While the growing number of clearances is one positive sign, we have also seen problematic models making it into the market and possibly leading to patient safety issues. From the Epic sepsis detection model woes, to a slew of algorithms for detecting COVID from radiological images, a seemingly large number of cases of error-prone models have made it clear that more needs to be done both within and without the FDA.
Over a year ago, the New England Journal of Medicine published research highlighting a large number of clinical algorithms (not all AI/ML-based) that are currently in use that contain substantial racial bias. These bias issues are proving to be rather challenging issues to resolve, and a number of measures such as “explainable AI” as well as additional AI applications that claim to root out bias have been thrown at the bias issue without truly solving the problem in any substantive manner.
In future coverage, Chilmark Research will be examining these approaches in more depth and how the industry is attempting to address the trust issue. Despite best intentions, attempts at creating transparency have had major shortcomings due to confounding variables in complex models.

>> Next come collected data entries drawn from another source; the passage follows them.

/** Emits a navigation event on a web contents as Electron does; true when the handler prevented it. */
function navigate(window: FakeBrowserWindow, event: 'will-navigate' | 'will-redirect', url: string): boolean {
  const details = fakeEvent({ url, isSameDocument: false, isMainFrame: true });
  window.webContents.emit(event, details, url);
  return details.defaultPrevented;
}

test('the window gets the security webPreferences and our preload, and loads the page from our scheme', async () => {
  const { started, win } = await start();
  assert.equal(started, true);
  assert.equal(fake.windows.length, 1);
  assertLockedDown(win!, 'main window');
  const prefs = win!.options.webPreferences;
  assert.equal(prefs.preload, path.join(APP_PATH, 'dist', 'main', 'preload.cjs'));
  assert.equal(prefs.devTools, true, 'a development run keeps the developer tools');
  assert.deepEqual(win!.loads, ['forelog-app://app/index.html']);
  // Shown only when ready, so no blank frame flashes first.
  assert.equal(win!.visible, false);
  win!.emit('ready-to-show');
  assert.equal(win!.visible, true);
});

test('the diary lives in <appData>/Forelog/forelog.sqlite unless --db names another file', async () => {
  const first = await start();
  assert.equal(fake.paths.userData, '/home/tester/.config/Forelog');
  assert.deepEqual(first.opened, ['/home/tester/.config/Forelog/forelog.sqlite']);
  fake.reset();
  const second = await start({ argv: ['/usr/bin/electron', '.', '--db', 'diaries/work.sqlite'] });
  assert.deepEqual(second.opened, ['/home/tester/work/diaries/work.sqlite']);
});

test('a --db without a path, or a diary that fails to open, is reported and the app quits', async () => {
  const missing = await start({ argv: ['/usr/bin/electron', '.', '--db'] });
  assert.equal(missing.started, false);
  assert.deepEqual(missing.opened, []);
  assert.match(fake.errorBoxes[0]!.content, /--db option needs the path/);
  assert.equal(fake.quitCalls, 1);
  assert.equal(fake.windows.length, 0);

  fake.reset();
  const broken = await start({
    openDiary: () => {
      throw new Error('The diary file was written by a newer Forelog (schema 9).');
    },
  });
  assert.equal(broken.started, false);
  assert.equal(fake.errorBoxes[0]!.title, 'Forelog could not open its diary');
  assert.match(fake.errorBoxes[0]!.content, /newer Forelog[\s\S]*--db PATH/);
  assert.equal(fake.quitCalls, 1);
  assert.equal(fake.windows.length, 0);
});

test('a packaged build has no developer tools in the window or the menu', async () => {
  fake.isPackaged = true;
  const { win } = await start();
  assert.equal(win!.options.webPreferences.devTools, false);
  const roles = menuItem(fake.applicationMenu!.template, 'View').submenu!.map((item) => item.role);
  assert.ok(!roles.includes('toggleDevTools') && !roles.includes('reload'));
});

test('the sandbox, our scheme and the guard are set up before the app is ready; the scheme is served after', async () => {
  await start();
  assert.deepEqual(fake.timeline, ['enableSandbox', 'registerSchemesAsPrivileged', 'ready', 'protocol.handle forelog-app']);
  assert.deepEqual(fake.privilegedSchemes, [{ scheme: 'forelog-app', privileges: { standard: true, secure: true } }]);
  assert.equal(app.listenerCount('web-contents-created'), 1);
});

test('a second instance also enables the sandbox before it quits', async () => {
  fake.singleInstanceLock = false;
  await start();
  assert.deepEqual(fake.timeline, ['enableSandbox', 'registerSchemesAsPrivileged']);
});

test('our scheme serves the built page with the policy, and nothing outside dist/renderer', async () => {
  await start();
  const serve = fake.protocolHandlers.get('forelog-app')!;
  const page = await serve(new Request(APP_INDEX_URL));
  assert.equal(page.status, 200);
  assert.equal(await page.text(), '<!doctype html><title>Forelog</title>');
  assert.equal(page.headers.get('content-security-policy'), CONTENT_SECURITY_POLICY);
  assert.equal((await serve(new Request('forelog-app://app/assets/index.js'))).headers.get('content-type'), 'text/javascript; charset=utf-8');
  for (const url of ['forelog-app://app/..%2f..%2fpackage.json', 'forelog-app://app/%2F' + encodeURIComponent(path.join(APP_PATH, 'package.json').slice(1))]) {
    const refused = await serve(new Request(url));
    assert.equal(refused.status, 403, url);
    assert.equal(refused.headers.get('content-security-policy'), CONTENT_SECURITY_POLICY, url);
  }
  assert.equal((await serve(new Request('forelog-app://app/nothing-here.js'))).status, 404);
});

test('every response gets our Content-Security-Policy header, replacing any other', async () => {
  await start();
  assert.ok(fake.headersListener, 'a header hook is installed');
  let answer: { responseHeaders?: Record<string, string[] | string> } | undefined;
  fake.headersListener!(
    { url: 'https://example.org/any-other-response', responseHeaders: { 'content-type': ['text/html'], 'content-security-policy': ["default-src *"] } },
    (response: typeof answer) => {
      answer = response;
    },
  );
  assert.deepEqual(answer, {
    responseHeaders: { 'content-type': ['text/html'], 'Content-Security-Policy': [CONTENT_SECURITY_POLICY] },
  });
});

test('permission requests are denied and permission checks answer no', async () => {
  await start();
  const answers: boolean[] = [];
  fake.permissionRequestHandler!({}, 'media', (granted: boolean) => answers.push(granted), {});
  fake.permissionRequestHandler!({}, 'notifications', (granted: boolean) => answers.push(granted), {});
  assert.deepEqual(answers, [false, false]);
  assert.equal(fake.permissionCheckHandler!({}, 'geolocation', 'forelog-app://app', {}), false);
});

test('navigation away from our origin is prevented; only https links go to the system browser', async () => {
  const { win } = await start();
  assert.equal(navigate(win!, 'will-navigate', 'https://example.org/report'), true);
  assert.equal(navigate(win!, 'will-navigate', 'http://example.org/'), true);
  assert.equal(navigate(win!, 'will-navigate', 'file:///etc/passwd'), true);
  assert.equal(navigate(win!, 'will-navigate', `file://${INDEX_HTML}`), true, 'not even our own files over file://');
  assert.equal(navigate(win!, 'will-navigate', 'javascript:alert(1)'), true);
  assert.equal(navigate(win!, 'will-navigate', `${APP_INDEX_URL}#/scorecard`), false, 'our own page may reload');
  assert.equal(navigate(win!, 'will-redirect', 'https://example.org/elsewhere'), true);
  assert.deepEqual(fake.openedExternally, ['https://example.org/report']);
});

test('a web contents created after start (the hidden PDF window, any later one) gets the same guard', async () => {
  const dir = await mkdtemp(path.join(tmpdir(), 'forelog-shell-'));
  await start();
  fake.savePath = path.join(dir, 'briefing.pdf');
  const savePdf = fake.handlers.get(IPC_BRIEFING_PDF_CHANNEL)! as (e: unknown, req: unknown) => Promise<Envelope>;
  const saved = await savePdf({ senderFrame: { url: APP_INDEX_URL } }, { tag: 'renewals' });
  assert.deepEqual(saved, { ok: true, value: { file: fake.savePath } });
  assert.equal(fake.windows.length, 2);
  const printer = fake.windows[1]!;
  assertLockedDown(printer, 'PDF window');
  assert.equal(printer.options.webPreferences.javascript, false);
  assert.equal(printer.options.webPreferences.preload, undefined);
  assert.match(printer.loads[0]!, /^data:text\/html/);
  assert.equal(printer.isDestroyed(), true);

  const later = new BrowserWindow({ webPreferences: {} });
  for (const contents of [printer, later]) {
    assert.equal(navigate(contents, 'will-navigate', 'https://example.org/phish'), true);
    assert.equal(navigate(contents, 'will-redirect', 'http://example.org/'), true);
    assert.deepEqual(contents.webContents.windowOpenHandler!({ url: 'https://example.org/popup' }), { action: 'deny' });
    const webview = fakeEvent({});
    contents.webContents.emit('will-attach-webview', webview, {}, { src: 'https://example.org/' });
    assert.equal(webview.defaultPrevented, true);
  }
  assert.deepEqual(fake.openedExternally, ['https://example.org/phish', 'https://example.org/popup', 'https://example.org/phish', 'https://example.org/popup']);
});

test('window.open is always denied; an https target opens in the system browser instead', async () => {
  const { win } = await start();
  assert.deepEqual(win!.webContents.windowOpenHandler!({ url: APP_INDEX_URL }), { action: 'deny' });
  const handler = win!.webContents.windowOpenHandler!;
  assert.deepEqual(handler({ url: 'https://example.org/a' }), { action: 'deny' });
  assert.deepEqual(handler({ url: 'file:///tmp/x.html' }), { action: 'deny' });
  assert.deepEqual(handler({ url: 'http://example.org/b' }), { action: 'deny' });
  assert.deepEqual(fake.openedExternally, ['https://example.org/a']);
});

test('IPC: one handler, our page reaches dispatch, other senders and unknown operations are refused', async () => {
  const { record } = await start();
  assert.deepEqual([...fake.handlers.keys()].sort(), [IPC_BRIEFING_PDF_CHANNEL, IPC_CALL_CHANNEL]);
  const handler = fake.handlers.get(IPC_CALL_CHANNEL)! as (e: unknown, op: unknown, req: unknown) => Promise<Envelope>;

  const ok = await handler({ senderFrame: { url: `${APP_INDEX_URL}#/questions` } }, 'listQuestions', { tag: 'renewals' });
  assert.deepEqual(ok, { ok: true, value: { operation: 'listQuestions' } });

  for (const url of [`${APP_INDEX_URL}.evil/index.html`, `file://${INDEX_HTML}`, 'about:srcdoc']) {
    const stranger = await handler({ senderFrame: { url } }, 'deleteQuestion', { id: 'q1' });
    assert.ok(!stranger.ok && /did not come from Forelog's own window/.test(stranger.error.message), url);
  }

  const unknown = await handler({ senderFrame: { url: APP_INDEX_URL } }, 'formatDisk', {});
  assert.ok(!unknown.ok && unknown.error.code === 'invalid');

  assert.deepEqual(record.dispatched, [{ operation: 'listQuestions', request: { tag: 'renewals' } }]);

  // The PDF channel checks the sender the same way before anything runs.
  const pdf = fake.handlers.get(IPC_BRIEFING_PDF_CHANNEL)! as (e: unknown, req: unknown) => Promise<Envelope>;
  const refused = await pdf({ senderFrame: { url: 'https://example.invalid/' } }, { tag: 'renewals' });
  assert.ok(!refused.ok && /did not come from Forelog's own window/.test(refused.error.message));
  assert.equal(record.dispatched.length, 1);
});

It is encouraging to see the FDA accelerating their overdue thinking on the matter. However, we still have a long way to go to have a consensus on standards for validation, replicability, bias, and a host of other issues that lead to both clinicians and patients trusting AI/ML applications in their practice and care.
With the growing threat of misinformation in our biomedical and public health ecosystems, the industry should be cognizant of the fact that AI/ML could be only one conspiracy theory away from a vaccine misinformation-like challenge that makes building trust even more difficult. The time is right for civil society organizations, industry, and government to deepen the processes for data governance, model evaluation and transparency in ways that reflect the growing importance of algorithms in our health systems.